◆ **WHAT IS EXPECTED**
Starting at the line below holding "String(fs.existsSync(dir) ? fs.readdirSync(dir).length" and stopping at the line holding "for (const t", print every line exactly, both ends included, and leave the rest out.

◆ **SUPPLIED MATERIAL**
----

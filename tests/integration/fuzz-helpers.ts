// Shared by the fuzz tests: a seeded random generator (a failure names its seed and case, so it
// reproduces), the malformed values thrown at every input, and a fingerprint of every table so
// that "nothing was written" is checked on the whole database, not on the tables a test expects.
import fs from "node:fs";
import path from "node:path";
import { seedBookings } from "@/db/seed/bookings";
import { seedFleet } from "@/db/seed/fleet";
import { seedMoney } from "@/db/seed/money";
import { seedSafety } from "@/db/seed/safety";
import { and, eq } from "drizzle-orm";
import { clubs, memberships, users } from "@/db/schema";
import { uploadDir } from "@/lib/storage";
import type { Role } from "@/permissions/roles";
import { db, seedOnce } from "./helpers";

export const ROOT = path.resolve(import.meta.dirname, "../..");

/** mulberry32: small, fast, and the same sequence for the same seed on every machine. */
export function rng(seed: number) {
  let a = seed >>> 0;
  const next = () => {
    a = (a + 0x6d2b79f5) >>> 0;
    let t = a;
    t = Math.imul(t ^ (t >>> 15), t | 1);
    t ^= t + Math.imul(t ^ (t >>> 7), t | 61);
    return ((t ^ (t >>> 14)) >>> 0) / 4294967296;
  };
  return {
    next,
    int: (n: number) => Math.floor(next() * n),
    pick: <T>(items: readonly T[]): T => items[Math.floor(next() * items.length)]!,
    chance: (p: number) => next() < p,
  };
}
export type Rng = ReturnType<typeof rng>;

export function seedFromEnv(fallback: number): number {
  const v = Number(process.env.FUZZ_SEED);
  return Number.isInteger(v) && v > 0 ? v : fallback;
}

let seededAll = false;
/** The whole invented demo scenario (people, fleet, safety, money, bookings), once per file. */
export async function seedAllOnce() {
  const foundation = await seedOnce();
  if (!seededAll) {
    seedFleet(db(), foundation);
    seedSafety(db(), foundation);
    seedMoney(db(), foundation);
    seedBookings(db(), foundation);
    seededAll = true;
  }
  return foundation;
}

/**
 * The demo admin also holds the treasurer, safety, maintenance and instructor roles here, so one
 * signed-in person reaches past the permission check of nearly every action and handler.
 */
export const BROAD_USER = "admin@hangarline.test";
export const PLAIN_MEMBER = "member@hangarline.test";
export const FUZZ_CLUB = "reedwater";

export function widenAdminRoles(): void {
  const user = db().select().from(users).where(eq(users.email, BROAD_USER)).get()!;
  const club = db().select().from(clubs).where(eq(clubs.slug, FUZZ_CLUB)).get()!;
  const roles: Role[] = ["member", "admin", "treasurer", "safety", "maintenance", "instructor"];
  db().update(memberships).set({ roles }).where(and(eq(memberships.userId, user.id), eq(memberships.clubId, club.id))).run();
}

export const HUGE = "x".repeat(100_001);
export const HUGE_UNICODE = "\u{1F6E9}".repeat(30_000);

/** Dates every date field must refuse: out of range, impossible, or not a date at all. */
export const BAD_DATES = ["0000-01-01", "9999-12-31", "2026-02-30", "1899-12-31", "2201-01-01", "2026-13-01", "2026-00-10", "26-01-01", "2026-1-1", "2026-05-01T00:00:00Z", "01/05/2026"];
export const BAD_DATETIMES = ["0000-01-01T10:00", "9999-12-31T23:59", "2026-02-30T10:00", "2026-05-01T24:00", "2026-05-01T10:60", "2026-05-01", "2026-05-01 10:00", "+275760-09-13T00:00"];
export const BAD_MONTHS = ["0000-01", "9999-12", "2026-13", "2026-00", "2026-1", "202605", "2026-05-01", "-2026-05"];
export const BAD_IDS = ["x".repeat(65), "../../etc/passwd", "' OR 1=1 --", "a b", "\u0000", "__proto__", "%00", "id;DROP TABLE users", HUGE];

/** Values that are wrong for most fields; each field keeps only those its own schema refuses. */
export const GENERIC_BAD = [
  "", " ", "-1", "-0.01", "-99999999999", "NaN", "Infinity", "-Infinity", "1e309", "0x1F", "9".repeat(400), "1.123456789",
  "true", "null", "undefined", "[object Object]", '{"__proto__":{"polluted":true}}', "<script>alert(1)</script>",
  ...BAD_DATES.slice(0, 3), ...BAD_MONTHS.slice(0, 2), ...BAD_IDS.slice(0, 4), HUGE, HUGE_UNICODE,
];

export const POLLUTION_KEYS = ["__proto__", "constructor", "prototype", "__proto__[polluted]", "constructor.prototype.polluted"];

type TableInfo = { name: string; hasUpdatedAt: boolean };
let tables: TableInfo[] | null = null;

function listTables(): TableInfo[] {
  const sqlite = db().$client;
  const names = (sqlite.prepare("select name from sqlite_master where type = 'table' and name not like 'sqlite_%' and name not like '__drizzle%' order by name").all() as { name: string }[]).map((r) => r.name);
  return names.map((name) => ({ name, hasUpdatedAt: (sqlite.prepare(`pragma table_info("${name}")`).all() as { name: string }[]).some((c) => c.name === "updated_at") }));
}

/** Row count (and latest update) of every table, and the number of stored files. */
export function fingerprint(): Record<string, string> {
  tables ??= listTables();
  const sqlite = db().$client;
  const parts = tables.map((t) => `(select count(*) || ':' || ${t.hasUpdatedAt ? "coalesce(max(updated_at), '')" : "''"} from "${t.name}") as "${t.name}"`);
  const row = sqlite.prepare(`select ${parts.join(", ")}`).get() as Record<string, string>;
  const dir = uploadDir();
  return { ...row, "(files on disk)": String(fs.existsSync(dir) ? fs.readdirSync(dir).length : 0) };
}

export function changedTables(before: Record<string, string>, after: Record<string, string>): string[] {
  return Object.keys(after).filter((k) => before[k] !== after[k]);
}

/** Up to `per` real ids from every table with an id column: lookups that exist, for depth. */
export function realIds(per = 3): Record<string, string[]> {
  tables ??= listTables();
  const sqlite = db().$client;
  const out: Record<string, string[]> = {};
  for (const t of tables) {
    const cols = (sqlite.prepare(`pragma table_info("${t.name}")`).all() as { name: string }[]).map((c) => c.name);
    if (!cols.includes("id")) continue;
    const ids = (sqlite.prepare(`select id from "${t.name}" order by rowid limit ${per}`).all() as { id: string }[]).map((r) => String(r.id));
    if (ids.length) out[t.name] = ids;
  }
  return out;
}

/** The table a field or parameter's id points into, guessed from its name (aircraftId → aircraft, entryId → journal_entries). */
export function idsFor(field: string, ids: Record<string, string[]>): string[] {
  if (/user|member|pilot|instructor/i.test(field) && !/membership/i.test(field)) return ids.users ?? [];
  const stem = field.replace(/Ids?$/, "").replace(/([a-z])([A-Z])/g, "$1_$2").toLowerCase().replace(/y$/, "");
  const table = Object.keys(ids).find((t) => t === stem || t.startsWith(stem) || t.endsWith(stem) || t.includes(`_${stem}`) || t.includes(stem));
  return table ? ids[table]! : [];
}

export function walk(dir: string, match: (file: string) => boolean): string[] {
  const out: string[] = [];
  for (const entry of fs.readdirSync(dir, { withFileTypes: true })) {
    const full = path.join(dir, entry.name);
    if (entry.isDirectory()) out.push(...walk(full, match));
    else if (match(full)) out.push(full);
  }
  return out.sort();
}

export function prototypeIsClean(): boolean {
  return !("polluted" in Object.prototype) && !("polluted" in ({} as Record<string, unknown>));
}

----

◆ **REPLY TO THE EXERCISE**
  return { ...row, "(files on disk)": String(fs.existsSync(dir) ? fs.readdirSync(dir).length : 0) };
}

export function changedTables(before: Record<string, string>, after: Record<string, string>): string[] {
  return Object.keys(after).filter((k) => before[k] !== after[k]);
}

/** Up to `per` real ids from every table with an id column: lookups that exist, for depth. */
export function realIds(per = 3): Record<string, string[]> {
  tables ??= listTables();
  const sqlite = db().$client;
  const out: Record<string, string[]> = {};
  for (const t of tables) {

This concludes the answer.